[DATASET CONTENT Boundary: Start]
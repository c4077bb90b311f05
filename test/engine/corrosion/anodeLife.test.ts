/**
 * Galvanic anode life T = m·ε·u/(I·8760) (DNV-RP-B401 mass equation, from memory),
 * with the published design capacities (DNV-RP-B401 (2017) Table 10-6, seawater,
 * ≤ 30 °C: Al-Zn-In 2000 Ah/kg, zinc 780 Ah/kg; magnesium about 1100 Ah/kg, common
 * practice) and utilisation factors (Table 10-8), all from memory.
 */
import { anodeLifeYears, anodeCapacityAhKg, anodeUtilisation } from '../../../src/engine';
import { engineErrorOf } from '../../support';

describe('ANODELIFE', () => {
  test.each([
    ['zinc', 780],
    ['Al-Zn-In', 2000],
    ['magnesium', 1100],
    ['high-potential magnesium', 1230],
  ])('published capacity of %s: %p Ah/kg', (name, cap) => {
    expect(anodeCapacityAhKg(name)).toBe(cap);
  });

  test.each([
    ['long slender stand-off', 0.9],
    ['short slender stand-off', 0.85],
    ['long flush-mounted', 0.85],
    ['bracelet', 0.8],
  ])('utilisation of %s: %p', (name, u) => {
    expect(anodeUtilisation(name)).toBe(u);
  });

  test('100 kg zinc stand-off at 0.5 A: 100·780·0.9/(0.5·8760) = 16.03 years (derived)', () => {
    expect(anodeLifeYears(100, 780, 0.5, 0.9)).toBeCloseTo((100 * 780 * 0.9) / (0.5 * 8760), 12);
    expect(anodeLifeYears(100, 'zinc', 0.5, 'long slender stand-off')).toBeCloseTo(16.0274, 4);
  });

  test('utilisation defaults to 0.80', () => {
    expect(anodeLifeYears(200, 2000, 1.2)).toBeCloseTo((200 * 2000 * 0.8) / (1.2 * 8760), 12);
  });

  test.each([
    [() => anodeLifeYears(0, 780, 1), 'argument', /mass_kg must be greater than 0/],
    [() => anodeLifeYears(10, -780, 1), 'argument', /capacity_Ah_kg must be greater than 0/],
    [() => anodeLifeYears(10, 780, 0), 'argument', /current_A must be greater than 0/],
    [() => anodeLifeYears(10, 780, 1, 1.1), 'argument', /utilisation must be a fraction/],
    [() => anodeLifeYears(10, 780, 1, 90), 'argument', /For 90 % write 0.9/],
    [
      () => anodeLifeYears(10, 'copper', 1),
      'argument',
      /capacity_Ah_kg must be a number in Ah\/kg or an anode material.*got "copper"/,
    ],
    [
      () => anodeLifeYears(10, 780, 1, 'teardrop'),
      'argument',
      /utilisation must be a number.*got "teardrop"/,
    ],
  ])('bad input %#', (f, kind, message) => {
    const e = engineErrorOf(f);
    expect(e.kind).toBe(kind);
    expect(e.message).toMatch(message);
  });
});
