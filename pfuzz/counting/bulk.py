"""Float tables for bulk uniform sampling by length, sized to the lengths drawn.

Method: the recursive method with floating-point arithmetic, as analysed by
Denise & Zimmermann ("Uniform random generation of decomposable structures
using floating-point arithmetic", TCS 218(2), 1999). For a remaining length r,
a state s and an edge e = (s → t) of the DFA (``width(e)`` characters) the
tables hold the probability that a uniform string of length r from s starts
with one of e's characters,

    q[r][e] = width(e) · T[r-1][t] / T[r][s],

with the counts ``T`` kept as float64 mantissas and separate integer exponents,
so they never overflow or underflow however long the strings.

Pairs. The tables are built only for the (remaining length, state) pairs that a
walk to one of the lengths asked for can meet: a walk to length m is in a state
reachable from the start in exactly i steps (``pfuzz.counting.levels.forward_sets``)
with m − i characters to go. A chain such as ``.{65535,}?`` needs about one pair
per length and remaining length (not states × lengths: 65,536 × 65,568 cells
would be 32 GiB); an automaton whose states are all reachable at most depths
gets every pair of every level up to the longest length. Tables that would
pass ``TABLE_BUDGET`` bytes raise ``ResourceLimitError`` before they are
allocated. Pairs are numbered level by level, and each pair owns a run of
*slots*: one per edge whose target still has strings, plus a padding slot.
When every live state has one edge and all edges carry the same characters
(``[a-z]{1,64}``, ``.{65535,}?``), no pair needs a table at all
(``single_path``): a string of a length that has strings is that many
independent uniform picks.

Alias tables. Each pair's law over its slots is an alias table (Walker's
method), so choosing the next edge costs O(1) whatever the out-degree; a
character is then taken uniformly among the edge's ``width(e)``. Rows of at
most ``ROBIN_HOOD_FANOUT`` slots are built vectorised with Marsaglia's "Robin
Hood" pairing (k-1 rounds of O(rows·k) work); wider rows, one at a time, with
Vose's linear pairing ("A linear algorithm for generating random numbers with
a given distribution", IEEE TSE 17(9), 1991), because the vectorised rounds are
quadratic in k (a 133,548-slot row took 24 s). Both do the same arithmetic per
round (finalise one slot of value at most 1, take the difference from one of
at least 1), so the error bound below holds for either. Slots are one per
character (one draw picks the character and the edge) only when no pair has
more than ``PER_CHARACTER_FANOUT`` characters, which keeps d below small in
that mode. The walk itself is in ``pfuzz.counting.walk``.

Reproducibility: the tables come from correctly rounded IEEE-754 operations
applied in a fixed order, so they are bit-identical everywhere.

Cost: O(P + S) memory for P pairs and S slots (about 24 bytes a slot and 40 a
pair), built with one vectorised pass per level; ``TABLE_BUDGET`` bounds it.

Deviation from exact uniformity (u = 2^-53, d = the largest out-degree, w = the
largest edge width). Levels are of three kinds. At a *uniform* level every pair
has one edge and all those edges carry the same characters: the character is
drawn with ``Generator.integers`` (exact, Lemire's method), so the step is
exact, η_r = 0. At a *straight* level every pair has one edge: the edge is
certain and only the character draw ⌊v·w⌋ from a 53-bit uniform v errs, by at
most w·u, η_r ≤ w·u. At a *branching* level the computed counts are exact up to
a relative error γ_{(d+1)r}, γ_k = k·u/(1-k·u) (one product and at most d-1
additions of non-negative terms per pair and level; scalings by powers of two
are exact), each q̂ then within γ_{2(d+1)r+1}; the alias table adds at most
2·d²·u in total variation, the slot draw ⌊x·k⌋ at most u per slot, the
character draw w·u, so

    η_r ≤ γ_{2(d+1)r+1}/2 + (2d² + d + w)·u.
[DATASET CONTENT Boundary: End]
:: WORK REQUEST ::
An exact, line-for-line copy is required: from the line containing "below small in" through the final line of the listing above, both included, with nothing else.

:: FINISHED EXERCISE ::
more than ``PER_CHARACTER_FANOUT`` characters, which keeps d below small in
that mode. The walk itself is in ``pfuzz.counting.walk``.

Reproducibility: the tables come from correctly rounded IEEE-754 operations
applied in a fixed order, so they are bit-identical everywhere.

Cost: O(P + S) memory for P pairs and S slots (about 24 bytes a slot and 40 a
pair), built with one vectorised pass per level; ``TABLE_BUDGET`` bounds it.

Deviation from exact uniformity (u = 2^-53, d = the largest out-degree, w = the
largest edge width). Levels are of three kinds. At a *uniform* level every pair
has one edge and all those edges carry the same characters: the character is
drawn with ``Generator.integers`` (exact, Lemire's method), so the step is
exact, η_r = 0. At a *straight* level every pair has one edge: the edge is
certain and only the character draw ⌊v·w⌋ from a 53-bit uniform v errs, by at
most w·u, η_r ≤ w·u. At a *branching* level the computed counts are exact up to
a relative error γ_{(d+1)r}, γ_k = k·u/(1-k·u) (one product and at most d-1
additions of non-negative terms per pair and level; scalings by powers of two
are exact), each q̂ then within γ_{2(d+1)r+1}; the alias table adds at most
2·d²·u in total variation, the slot draw ⌊x·k⌋ at most u per slot, the
character draw w·u, so

    η_r ≤ γ_{2(d+1)r+1}/2 + (2d² + d + w)·u.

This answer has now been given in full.